# Best Chest ever?



## min0 lee (Dec 12, 2004)

Whose chest do you guys think is the best in the history of Bodybuilding?
I know you all have seen mine but really, I can't be included.
I would say Ahhnold, then Serge.


----------



## min0 lee (Dec 12, 2004)

Damn look at that chest.......still to this day, they outmatch most pros of today.

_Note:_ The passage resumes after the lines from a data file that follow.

import type { Card } from '../../components/ui/FigureSheet';
import { counted, energy, money, percent } from '../../drawings/numbers';
import { longDate } from '../../drawings/times';
import type { CustomerSite } from '../../schemas/api/customer';

/** Words of the cards under the day's curve: month, life, working time, last shutdown test, who looks after it. */

const hours = (minutes: number): string =>
  minutes < 90 ? `${Math.round(minutes)} min` : `${Math.round(minutes / 60)} h`;
/** A plain day, which belongs to no zone: 2026-03-12 → 12 March 2026. */
export const dayWords = (day: string): string => longDate(`${day}T12:00:00Z`, 'UTC');
const nameOfMonth = (day: string): string =>
  new Intl.DateTimeFormat('en-GB', { month: 'long', timeZone: 'UTC' }).format(new Date(`${day}T12:00:00Z`));
/** 2026-11 → November 2026. */
export const monthWords = (month: string): string => `${nameOfMonth(`${month}-01`)} ${month.slice(0, 4)}`;

/** Within ±2.5 % of what the weather allowed counts as about the same: the model is no better than that. */
const ABOUT = 0.025;

export function monthCard(month: CustomerSite['month']): Card {
  const label = nameOfMonth(month.first);
  const figure = energy(month.energy);
  if (month.days === 0) return { label, figure, note: 'no day of this month is complete yet' };
  if (!month.expected || month.expected <= 0)
    return { label, figure, note: `${counted(month.days, 'day')}, without a comparison` };
  const off = month.measured / month.expected - 1;
  if (Math.abs(off) <= ABOUT) return { label, figure, note: 'about what its weather allowed' };
  return {
    label,
    figure,
    note: `${percent(Math.abs(off))} ${off < 0 ? 'under' : 'over'} what its weather allowed`,
  };
}

export function lifeCard(life: CustomerSite['life']): Card {
  if (!life) return { label: 'Since switch-on', figure: '–', note: 'not switched on yet' };
  const label = 'Since switch-on';
  if (!life.countedFrom) return { label, figure: energy(life.energy), note: dayWords(life.from) };
  return {
    label,
    figure: energy(life.energy),
    note: `${dayWords(life.from)}; counted from ${dayWords(life.countedFrom)}`,
  };
}

/** This calendar year so far; where the roof was switched on in it, since then. */
export function yearCard(year: CustomerSite['year'], life: CustomerSite['life']): Card {
  if (!year || !life) return { label: 'This year', figure: '–', note: 'not switched on yet' };
  const since = life.countedFrom ?? life.from;
  return {
    label: year.first.slice(0, 4),
    figure: energy(year.energy),
    note: since > year.first ? `since ${dayWords(since)}` : 'since the first of January',
  };
}

/** What the energy was worth, at the price that the organisation has entered for this roof. */
export function worthCard(worth: NonNullable<CustomerSite['worth']>): Card {
  const { currency, month, year, life, partly } = worth;
  const parts = [
    month === null ? '' : `${money(month, currency)} this month`,
    year === null ? '' : `${money(year, currency)} this year`,
    partly ? 'days without a price left out' : '',
  ];
  return {
    label: 'Worth since switch-on',
    figure: money(life, currency),
    note: parts.filter(Boolean).join(', '),
  };
}

export function workingTimeCard(life: CustomerSite['life']): Card {
  const label = 'Working time since then';
  if (!life || life.workingTime === null) return { label, figure: '–', note: 'no full day yet' };
  const { lostMinutes: lost, lostMinutesGrid: grid } = life;
  const gaps =
    life.completeness < 0.995
      ? `; readings of ${percent(1 - life.completeness, 1)} of the time are missing`
      : '';
  // rounded up, 99.97 % would read as if nothing had been lost
  const shown = lost > 0 ? Math.min(life.workingTime, 0.999) : life.workingTime;
  const note =
    lost === 0
      ? 'no hour of daylight lost'
      : `${hours(lost)} lost${grid > 0 ? `, ${grid >= lost ? 'all' : hours(grid)} of it grid outage` : ''}`;
  return { label, figure: percent(shown, 1), note: note + gaps };
}

const LIMITS: Partial<Record<CustomerSite['site']['ruleSet'], string>> = {
  rapid_shutdown_30s: ' below 30 V within 30 seconds',
  rapid_shutdown_10s: ' below 30 V within 10 seconds',
};

/** What the last shutdown test showed, in words that promise no more than it did. */
export function testWords(
  test: CustomerSite['lastTest'],
  ruleSet: CustomerSite['site']['ruleSet'],
  timeZone: string,
): string {
  if (!test) return 'No shutdown test is on record for this roof.';
  const on = longDate(test.at, timeZone);
  const strings = counted(test.strings, 'group of modules', 'groups of modules');
  switch (test.result) {
    case 'passed':
      return `Last tested ${on} by ${test.madeBy}: ${test.strings === 1 ? '' : 'all '}${strings} measured${LIMITS[ruleSet] ?? ' as required'}, by meter.`;
    case 'failed':
      return `Last tested ${on} by ${test.madeBy}: not passed. Treat the roof as live, also with the switch operated.`;
    case 'consistent':
      return `Last operated ${on}: the readings agree with a shutdown, but nobody measured it with a meter. That is no test.`;
    case 'not_witnessed':
      return `Last operated ${on}: nothing shows whether it worked. That is no test.`;
  }
}

/** Where the switch is and what to do with that, for every roof that has one. */
export function switchWords(site: CustomerSite['site']): string {
  const where = site.shutdownSwitchPlace
    ? `Where the switch is: ${site.shutdownSwitchPlace}. In a fire, tell the crew it is there; never rely on this page.`
    : 'Where the switch is has not been recorded here. In a fire, tell the crew what you know; never rely on this page.';
  return `${where} Even shut down, modules and the cables at them stay live in light.`;
}

/** Who looks after the roof; the person recorded at the site is the owner's own and is not named here. */
export const careWords = (care: CustomerSite['care']): string =>
  care.phone
    ? `${care.organisation} looks after this roof.`
    : `${care.organisation} looks after this roof; no telephone number is recorded.`;

/** What the dotted line is, so that nobody takes it for a promise. */
export const clearDayWords = (from: CustomerSite['today']['clearFrom']): string =>
  from === 'own_best'
    ? 'dotted: a clear day of this date, as this roof does on its best days'
    : 'dotted: a clear day of this date, reckoned from the data sheet';
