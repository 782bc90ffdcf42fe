import { afterAll, beforeAll, beforeEach, describe, expect, it } from 'vitest';
import { loggerToken } from '../../simulator/scenarios/tokens';
import { startIngest, stopIngest, ingest } from '../../src/server/ingest/service';
import type { SeededSite } from '../../seeds/plant/seeded';
import { testDatabase, type TestDatabase } from '../support/database';
import { SECRET, testFleet, type TestFleet } from '../support/fleet';
import { frameOf, nowS, openSockets, TestLogger, until, type Sockets } from '../support/ingest';

let db: TestDatabase;
let sockets: Sockets;
let fleet: TestFleet;
let site: SeededSite;
let serial: string;
let token: string;
let logger: TestLogger;

beforeAll(async () => {
  db = await testDatabase();
  fleet = await testFleet(db, ['Old Tannery Market Hall', 'Coopers Wharf Gallery', 'Netloft Terrace']);
  site = fleet.site('Old Tannery Market Hall');
  serial = [...site.loggers.keys()][0] ?? '';
  token = loggerToken(SECRET, serial);
  await startIngest();
  sockets = await openSockets();
});
afterAll(async () => {
  await stopIngest();
  await sockets.close();
  await db.drop();
});
beforeEach(async () => {
  logger = await TestLogger.arrive(sockets, token, serial);
  return () => logger.ws.terminate();
});

const counted = async () => {
  const { rows } = await db.owner.query<{ n: number; last: { field: string; reason: string } | null }>(
    'select refused_count as n, last_refusal as last from logger where serial = $1',
    [serial],
  );
  return rows[0]!;
};
/** That the refusal of `field` was counted at the logger, where people see it. */
const wasCounted = (before: number, field: string) =>
  until(async () => {
    const { n: now, last } = await counted();
    return now > before && last?.field === field;
  }, `the refusal of ${field} is counted`);

const valid = () => {
  const [first] = logger.roster.strings;
  if (!first) throw new Error('the roster is empty');
  return { at: nowS() - 5, string: first.index, frame: frameOf(first.serials.length, 'both') };
};
const broken = (change: (f: ReturnType<typeof valid>) => unknown) => {
  const f = valid();
  change(f);
  return logger.frames([valid(), f]);
};
/** The connection is as good as before: a valid report still becomes durable. */
const lives = () => logger.durable(logger.frames([valid()]));

describe('frames that are wrong are refused with the field named, counted, and the connection lives', () => {
  const cases: [string, (f: ReturnType<typeof valid>) => unknown, string, RegExp][] = [
    [
      'a value out of range',
      (f) => (f.frame.voltageOut![7] = 99_999),
      'frames[1].voltageOut[7]',
      /99999.*from -2000 to 20000/,
    ],
    ['a fraction', (f) => (f.frame.current[0] = 1.5), 'frames[1].current[0]', /whole number/],
    [
      'what can be no text among numbers',
      (f) => (f.frame.state[0] = { toString: 1 } as never),
      'frames[1].state[0]',
      /an object/,
    ],
    ['text among numbers', (f) => (f.frame.signal[2] = '-70' as never), 'frames[1].signal[2]', /"-70"/],
    ['an array that is too short', (f) => f.frame.temperature.pop(), 'frames[1].temperature', /slots/],
    ['an array that is too long', (f) => f.frame.via.push(1), 'frames[1].via', /slots/],
    ['an array that is missing', (f) => delete f.frame.voltageIn, 'frames[1].voltageIn', /missing/],
    ['no array at all', (f) => (f.frame.state = 'passing' as never), 'frames[1].state', /must be an array/],
    [
      'a field that nobody knows',
      (f) => Object.assign(f.frame, { phase: [] }),
      'frames[1].phase',
      /not known/,
    ],
    ['an unknown claim', (f) => (f.frame.state[0] = 9), 'frames[1].state[0]', /from 0 to 4/],
    [
      'a value of a unit that was not heard',
      (f) => (f.frame.state[3] = null),
      'frames[1].voltageOut[3]',
      /not heard/,
    ],
    [
      'a string that the roster does not have',
      (f) => (f.string = 4000),
      'string[1]',
      /no string of roster version/,
    ],
    ['a clock in the future', (f) => (f.at = nowS() + 3600), 'at[1]', /ahead of the server's clock/],
  ];
  it.each(cases)('%s', async (_, change, field, reason) => {
    const { n } = await counted();
    const refusal = await logger.refused(broken(change));
    expect(refusal).toMatchObject({ field, again: false });
    expect(refusal.reason).toMatch(reason);
    await wasCounted(n, field);
    await lives();
  });

  it('nothing of a refused message is written', async () => {
    const f = { ...valid(), at: nowS() - 777 };
    await logger.refused(logger.frames([f, { ...f, at: nowS() + 9999 }]));
    const { rows } = await db.owner.query(`select from string_frame where at = to_timestamp($1::int4)`, [
      f.at,
    ]);
    expect(rows).toHaveLength(0);
  });
});

describe('messages that are wrong as a whole', () => {
  const raw: [string, string | Buffer, boolean, string][] = [
    ['text that is not JSON', 'not { json', false, 'message'],
    ['bytes that are no text', Buffer.from([0xff, 0xfe, 0x00, 0x80]), false, 'message'],
    ['a binary message', Buffer.from('{"type":"frames"}'), true, 'message'],
    ['JSON that is no object', '[1,2,3]', false, 'message'],
    ['a type that the protocol does not have', '{"type":"release","seq":5}', false, 'type'],
    ['an empty object', '{}', false, 'type'],
    ['a type that is no text', '{"type":{"toString":1}}', false, 'type'],
    [
      'a type that is nothing but depth',
      `{"type":${'['.repeat(60_000)}${']'.repeat(60_000)}}`,
      false,
      'type',
    ],
  ];
  it.each(raw)('%s', async (_, data, binary, field) => {
    const { n } = await counted();
    logger.ws.send(data, { binary });
    const refusal = await logger.inbox.next('refused');
    expect(refusal.field).toBe(field);
    await wasCounted(n, field);
    await lives();
  });

  const reports: [string, object, string][] = [
    ['a field too many', { type: 'weather', rows: [], colour: 1 }, 'rows'],
    [
      'an unknown inverter',
      {
        type: 'inputs',
        rows: [{ at: 1_700_000_000 + 9e7, inverter: 'X', input: 1, voltage: 1, current: 1 }],
      },
      'rows[0].inverter',
    ],
    [
      'an unknown sensor',
      {
        type: 'weather',
        rows: [{ at: 0, sensor: 250, irradiance: 1, temperatureAir: 1, temperatureModule: 1, windSpeed: 1 }],
      },
      'rows[0].sensor',
    ],
    ['a command for nothing', { type: 'command', inForce: 'initiator', since: 0, by: 'x' }, 'zone'],
    [
      'a command for an unknown zone',
      { type: 'command', zone: 'Nowhere', inForce: 'initiator', since: 0, by: 'x' },
      'zone',
    ],
    [
      'a command that nobody knows',
      { type: 'command', zone: 'Nowhere', inForce: 'shut', since: 0, by: 'x' },
      'inForce',
    ],
    [
      'a serial that is none',
      { type: 'heard', rows: [{ at: 0, serial: 'x y', gateway: 1, signal: -80, voltage: 1, current: 1 }] },
      'rows[0].serial',
    ],
  ];
  it.each(reports)('%s', async (_, message, field) => {
    // times are made fresh: what is wrong is only what the case says
    const fresh = JSON.parse(
      JSON.stringify(message, (k, v: unknown) => (k === 'at' || k === 'since' ? nowS() - 5 : v)),
    ) as object;
    const refusal = await logger.refused(fresh);
    expect(refusal.field).toBe(field);
    await lives();
  });

  it('10 MB: answered, counted, and the connection is closed with 1009', async () => {
    const { n } = await counted();
    logger.send({ type: 'frames', seq: 1, padding: 'x'.repeat(10_000_000) });
    const refusal = await logger.inbox.next('refused');
    expect(refusal).toMatchObject({ field: 'message', seq: null });
    expect(refusal.reason).toMatch(/bytes; the most is 4194304/);
    expect((await logger.closed).code).toBe(1009);
    await wasCounted(n, 'message');
  });

  it('larger than is read at all: closed with 1009 and counted', async () => {
    const { n } = await counted();
    logger.ws.send('y'.repeat(17 * 1024 * 1024));
    expect((await logger.closed).code).toBe(1009);
    await wasCounted(n, 'message');
  });
});

describe('a hello that is wrong', () => {
  it('of an unknown protocol version is answered and the connection closed', async () => {
    const other = await TestLogger.connect(sockets, token);
    other.send({ type: 'hello', protocol: 7, shape: 'of things to come' });
    expect(await other.inbox.next('refused')).toMatchObject({
      field: 'protocol',
      reason: 'this server speaks version 1; the logger said 7',
      again: false,
    });
    expect((await other.closed).code).toBe(4422);
  });

  it('of a protocol version that is no number is answered and the connection closed', async () => {
    const other = await TestLogger.connect(sockets, token);
    other.send({ type: 'hello', protocol: { toString: 1 } });
    expect((await other.inbox.next('refused')).reason).toBe(
      'this server speaks version 1; the logger said an object',
    );
    expect((await other.closed).code).toBe(4422);
  });

  it('with a firmware that is no text is refused, and may be said again', async () => {
    const other = await TestLogger.connect(sockets, token);
    other.hello(serial, { firmware: '1.0\u0000' });
    expect(await other.inbox.next('refused')).toMatchObject({ field: 'firmware', again: true });
    other.hello(serial);
    await other.inbox.next('roster');
    other.ws.terminate();
  });

  it('of another serial than the token is for', async () => {
    const { n } = await counted();
    const other = await TestLogger.connect(sockets, token);
    other.hello('LG-SOMEBODY-ELSE');
    expect(await other.inbox.next('refused')).toMatchObject({ field: 'logger' });
    expect((await other.closed).code).toBe(4403);
    await wasCounted(n, 'logger');
  });

  it('from a clock in the future may be said again', async () => {
    const other = await TestLogger.connect(sockets, token);
    other.hello(serial, { clock: nowS() + 7200 });
    expect(await other.inbox.next('refused')).toMatchObject({ field: 'clock', again: true });
    other.hello(serial);
    await other.inbox.next('roster');
    other.ws.terminate();
  });

  it('is missing: reports are not taken', async () => {
    const other = await TestLogger.connect(sockets, token);
    other.send({
      type: 'weather',
      seq: 3,
      rows: [{ at: nowS(), sensor: 0, irradiance: 1, temperatureAir: 1, temperatureModule: 1, windSpeed: 1 }],
    });
    expect(await other.inbox.next('refused')).toMatchObject({
      seq: 3,
      reason: 'say hello first',
      again: true,
    });
    other.ws.terminate();
  });
});

describe('what is said to whom', () => {
  it('a logger of a site without reporting units may send no frames for it', async () => {
    const quiet = fleet.site('Coopers Wharf Gallery');
    const name = [...quiet.loggers.keys()][0] ?? '';
    const other = await TestLogger.arrive(sockets, loggerToken(SECRET, name), name);
    const string = other.roster.strings.find((s) => s.kind === 'shutdown_only');
    if (!string) throw new Error('the gallery should have shutdown-only strings in its roster');
    const refusal = await other.refused(
      other.frames([{ at: nowS(), string: string.index, frame: frameOf(string.serials.length, 'both') }]),
    );
    expect(refusal.reason).toMatch(/shutdown-only/);
    other.ws.terminate();
  });

  it('the same wrong token again and again holds up nobody else behind its address', async () => {
    const answers = new Set<string>();
    for (let i = 0; i < 35; i++)
      answers.add(
        await TestLogger.connect(sockets, 'set-up-wrongly').then(
          () => 'in',
          (e: Error) => e.message,
        ),
      );
    expect([...answers]).toEqual(['HTTP 401', 'HTTP 429']);
    const other = await TestLogger.arrive(sockets, token, serial);
    other.ws.terminate();
  });

  it('wrong tokens are counted, and after many the address has to wait', async () => {
    const before = ingest()?.figures().unknownTokens ?? 0;
    const answers = new Set<string>();
    for (let i = 0; i < 35; i++)
      answers.add(
        await TestLogger.connect(sockets, `guess-number-${i}`).then(
          () => 'in',
          (e: Error) => e.message,
        ),
      );
    expect([...answers]).toEqual(['HTTP 401', 'HTTP 429']);
    expect(ingest()?.figures().unknownTokens).toBeGreaterThan(before + 20);
  });
});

Another great chest in his day...Serge Ne....


----------



## Tha Don (Dec 12, 2004)

Arnold 

greatest chest ever without a doubt!


----------



## King Silverback (Dec 12, 2004)

The Big Arnold, without a doubt!!!


----------



## CowPimp (Dec 12, 2004)

I would pick Serge's over Arnold's.  Arnold has the mass, but Serge looks like he has better symmetry and shape.


----------



## Mudge (Dec 12, 2004)

No mention of Lee Haney? I'm appauled.


----------



## BigDyl (Dec 12, 2004)

If you ignore the rest of his body, I'd go with Markus Ruhl..


----------



## thatguy (Dec 12, 2004)

Looking at those older pictures, I always notice the stomachs.  That "vaccuum pose" type shot looks so much better than the HGH guts the pros have now.  When relaxed, they look like ripped fat guys.  (oxymoron I know, but you know what I mean)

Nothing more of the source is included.